------ Record set ------
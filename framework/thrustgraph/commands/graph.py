"""``thrustgraph graph``: draw a model's component graph (PNG or SVG, by the file's suffix).

Vessels, flow elements, jets, bodies and the surroundings are drawn with
their own shapes; flow paths run left to right; a dashed box marks the
control surface, which every momentum-carrying flow crosses.
"""

from __future__ import annotations

import argparse
from pathlib import Path

from . import SUMMARIES
from ..base.errors import ThrustgraphError
from .common import add_model_argument, add_set_option
from .outputs import check_paths, default_stem, load_checked, need_matplotlib, write_outputs

NAME = "graph"
HELP = SUMMARIES[NAME]


def add_arguments(p: argparse.ArgumentParser) -> None:
    add_model_argument(p)
    add_set_option(p)
    p.add_argument("--out", metavar="FILE",
                   help="the image to write, .png or .svg (default: STEM-graph.png, STEM being the model file's name)")


def main(args: argparse.Namespace) -> int:
    need_matplotlib()
    if args.out and Path(args.out).suffix.lower() not in (".png", ".svg"):
        raise ThrustgraphError(f"--out {args.out}: the image must end in .png or .svg. Fix: e.g. --out graph.svg")
    model, parsed = load_checked(args.model, args.overrides)
    from ..outputs.plots import graph_figure, render

    out = Path(args.out) if args.out else Path(f"{default_stem(model)}-graph.png")
    check_paths([out])
    data = render(graph_figure(parsed), out.suffix.lower().lstrip("."))
    write_outputs([(out, data)])
    return 0
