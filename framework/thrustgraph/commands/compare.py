"""``thrustgraph compare``: a model's prediction against a measured record, with metrics and plots.

The record options defined here (column mapping, gauge or absolute pressure,
alignment, resampling, filtering, the window) are shared with
``thrustgraph calibrate``.

>>> parse_pair("load=thrust", "--map")
('load', 'thrust')
"""

from __future__ import annotations

import argparse
from typing import Any, Sequence

from . import SUMMARIES
from ..base.errors import ModelError
from ..models.model import Model
from ..measured.records import ColumnMap, Record, Trigger, read_record, resample
from .common import add_set_option, load_with_overrides
from .outputs import check_paths, write_outputs

NAME = "compare"
HELP = SUMMARIES[NAME]


def add_record_options(p: argparse.ArgumentParser) -> None:
    """Options that say how to read a record and what to compare it with."""
    g = p.add_argument_group("reading the record")
    g.add_argument("--map", dest="maps", action="append", default=[], metavar="COLUMN=SIGNAL",
                   help="compare record column COLUMN with result signal SIGNAL, e.g. --map load=thrust "
                        "--map pressure=bottle.pressure (repeatable; at least one)")
    g.add_argument("--gauge", action="append", default=[], metavar="COLUMN",
                   help="the pressure in COLUMN is gauge (above the surroundings, what most transducers read); "
                        "the model's ambient pressure is added before comparing")
    g.add_argument("--absolute", action="append", default=[], metavar="COLUMN",
                   help="the pressure in COLUMN is absolute")
    g.add_argument("--time-column", default="time", metavar="NAME", help="name of the time column (default: time)")
    g.add_argument("--start-when", metavar="CONDITION",
                   help='align on the release: "COLUMN > LEVEL" or "COLUMN < LEVEL", e.g. "load > 5 N"; the first '
                        "crossing is put where the prediction crosses the same level (t = 0 for a column that is "
                        "not mapped)")
    g.add_argument("--start-at", metavar="TIME",
                   help='record time of the release (the model\'s t = 0), e.g. "1.25 s"')
    g.add_argument("--resample", metavar="INTERVAL", help='resample the record evenly, e.g. "1 ms"')
    g.add_argument("--lowpass", metavar="FREQUENCY",
                   help='zero-phase low-pass filter of the record (Butterworth, run forward and back), e.g. "80 Hz"')
    g.add_argument("--filter-order", type=int, default=4, metavar="N", help="order of the low-pass filter (default 4)")
    g.add_argument("--from", dest="window_start", metavar="TIME",
                   help="start of the comparison in model time (default: 0 s, the release)")
    g.add_argument("--until", dest="window_end", metavar="TIME",
                   help="end of the comparison in model time (default: the end of the record)")


def parse_pair(text: str, option: str) -> tuple[str, str]:
    """Split ``LEFT=RIGHT`` of an option, refusing an empty side."""
    if "=" not in text:
        raise ModelError(f"{option} {text}", "expected NAME=VALUE", f"write e.g. {option} load=thrust")
    left, right = (s.strip() for s in text.split("=", 1))
    if not left or not right:
        raise ModelError(f"{option} {text}", "one side is empty", f"write e.g. {option} load=thrust")
    return left, right


def mapping_from(args: argparse.Namespace, weights: dict[str, float] | None = None) -> tuple[ColumnMap, ...]:
    """The column mapping the options describe."""
    if not args.maps:
        raise ModelError("--map", "no record column is mapped to a signal",
                         "add e.g. --map load=thrust (record column load compared with the predicted thrust)")
    gauge, absolute = set(args.gauge), set(args.absolute)
    both = gauge & absolute
    if both:
        raise ModelError(f"--gauge {sorted(both)[0]}", "the column is marked both gauge and absolute", "choose one")
    out = []
    columns = []
    for text in args.maps:
        col, sig = parse_pair(text, "--map")
        if col in columns:
            raise ModelError(f"--map {text}", f"column {col!r} is mapped twice", "map each column once")
        columns.append(col)
        ref = "gauge" if col in gauge else "absolute" if col in absolute else None
        w = 1.0
        if weights:
            w = weights.get(sig, weights.get(col, 1.0))
        out.append(ColumnMap(col, sig, pressure=ref, weight=w))
    for col in (gauge | absolute) - set(columns):
        raise ModelError(f"--gauge/--absolute {col}", "names a column that is not mapped", f"add --map {col}=SIGNAL")
    return tuple(out)


def read_records(paths: Sequence[str], args: argparse.Namespace) -> list[Record]:
    """Read (and resample, if asked) the record files."""
    records = [read_record(p, time_column=args.time_column) for p in paths]
    if args.resample:
        records = [resample(r, args.resample) for r in records]
    return records


def alignment_from(args: argparse.Namespace) -> tuple[Any, Trigger | None]:
    if args.start_when and args.start_at:
        raise ModelError("--start-when/--start-at", "both were given", "align on a condition or on a time, not both")
    return args.start_at, Trigger.parse(args.start_when) if args.start_when else None


def add_arguments(p: argparse.ArgumentParser) -> None:
    p.add_argument("model", help="model file (TOML) or the name of a bundled scenario")
    p.add_argument("record", help="measured record: CSV whose headers carry units, e.g. \"time [s],load [lbf]\" "
                                  "(or a saved result: the CSV, JSON or Parquet of thrustgraph export)")
    add_set_option(p)
    add_record_options(p)
    out = p.add_argument_group("output")
    out.add_argument("--plot", action="append", default=[], metavar="FILE",
                     help="write overlay and residual plots (.png or .svg; repeatable)")
    out.add_argument("--json", metavar="FILE", help="write the metrics to JSON")


def prepared(model: Model, record: Record, mapping: tuple[ColumnMap, ...], args: argparse.Namespace):
    """Fly the model finely enough for the record, then filter and align the record on the prediction."""
    from ..measured.compare import model_for_records, prepare_record
    from ..flight.integrate import integrate

    start_at, trigger = alignment_from(args)
    result = integrate(model_for_records(model, [record]))
    rec = prepare_record(record, result, mapping, lowpass_cutoff=args.lowpass, filter_order=args.filter_order,
                         start_at=start_at, trigger=trigger)
    return result, rec


def check_plot_names(paths: Sequence[str]) -> None:
    """Refuse a plot file name that is neither .png nor .svg before any work is done."""
    for path in paths:
        if not path.lower().endswith((".png", ".svg")):
            raise ModelError(f"--plot {path}", "the plot file must end in .png or .svg", "name it e.g. stand.png")


def main(args: argparse.Namespace) -> int:
    from ..measured.compare import compare, plot_format, render_comparison

    check_plot_names(args.plot)
    check_paths([*args.plot, args.json])   # before flying: a bad path costs nothing
    model = load_with_overrides(args.model, args.overrides)
    mapping = mapping_from(args)
    record = read_records([args.record], args)[0]
    result, rec = prepared(model, record, mapping, args)
    comparison = compare(result, rec, mapping, start=args.window_start, end=args.window_end)
    print(f"thrustgraph: {model.name} against {args.record}")
    print()
    print(comparison.report())
    title = f"{model.name}: prediction against {rec.source}"
    outputs: list[tuple[str, Any]] = [(path, render_comparison(comparison, plot_format(path), title=title))
                                      for path in args.plot]
    if args.json:
        outputs.append((args.json, comparison.to_json()))
    write_outputs(outputs)
    if result.cautions:
        print()
        print("Cautions")
        for c in result.cautions:
            print(f"  ! {c}")
    return 0
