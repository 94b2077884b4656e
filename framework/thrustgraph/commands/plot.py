"""``thrustgraph plot``: fly a model and draw its plots (PNG and/or SVG) into a directory.

The plots are those of the plot registry (:mod:`thrustgraph.outputs.plotkinds`) whose
subject is a flight; files are named NAME.png or NAME.svg.
"""

from __future__ import annotations

import argparse
from pathlib import Path

from . import SUMMARIES
from ..outputs.plotkinds import FLIGHT, IMAGE_FORMATS, names
from ..kinds.displayunits import using
from .common import add_model_argument, add_out_dir_option, add_set_option, add_units_option, units_choice
from .outputs import add_quiet_option, check_paths, default_stem, fly_model, load_checked, need_matplotlib, write_outputs

NAME = "plot"
HELP = SUMMARIES[NAME]


def add_arguments(p: argparse.ArgumentParser) -> None:
    add_model_argument(p)
    add_set_option(p)
    add_out_dir_option(p, "directory for the images (default: STEM-plots)", old="--out")
    p.add_argument("--format", choices=IMAGE_FORMATS + ("both",), default="png",
                   help=f"image format: {', '.join(IMAGE_FORMATS)} or both (default png)")
    p.add_argument("--only", action="append", choices=names(FLIGHT), metavar="PLOT",
                   help=f"draw only this plot (repeatable): {', '.join(names(FLIGHT))}")
    add_units_option(p)
    add_quiet_option(p)


def main(args: argparse.Namespace) -> int:
    need_matplotlib()
    model, parsed = load_checked(args.model, args.overrides)
    choice = units_choice(args, parsed)
    out = Path(args.out_dir) if args.out_dir else Path(f"{default_stem(model)}-plots")
    check_paths(directories=[out])   # before flying
    result = fly_model(parsed, quiet=args.quiet)
    from ..outputs.plots import figures, render

    formats = IMAGE_FORMATS if args.format == "both" else (args.format,)
    with using(choice):
        outputs = [(out / f"{name}.{fmt}", render(fig, fmt)) for name, fig in figures(result, args.only).items()
                   for fmt in formats]
    write_outputs(outputs, directories=[out])
    return 0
------
# Work request
In restating the data, begin at its first line, reproduce each line word for word, and conclude with the line that contains "their own shapes;".

# Expected answer
filename framework/thrustgraph/commands/graph.py
"""``thrustgraph graph``: draw a model's component graph (PNG or SVG, by the file's suffix).

Vessels, flow elements, jets, bodies and the surroundings are drawn with
their own shapes; flow paths run left to right; a dashed box marks the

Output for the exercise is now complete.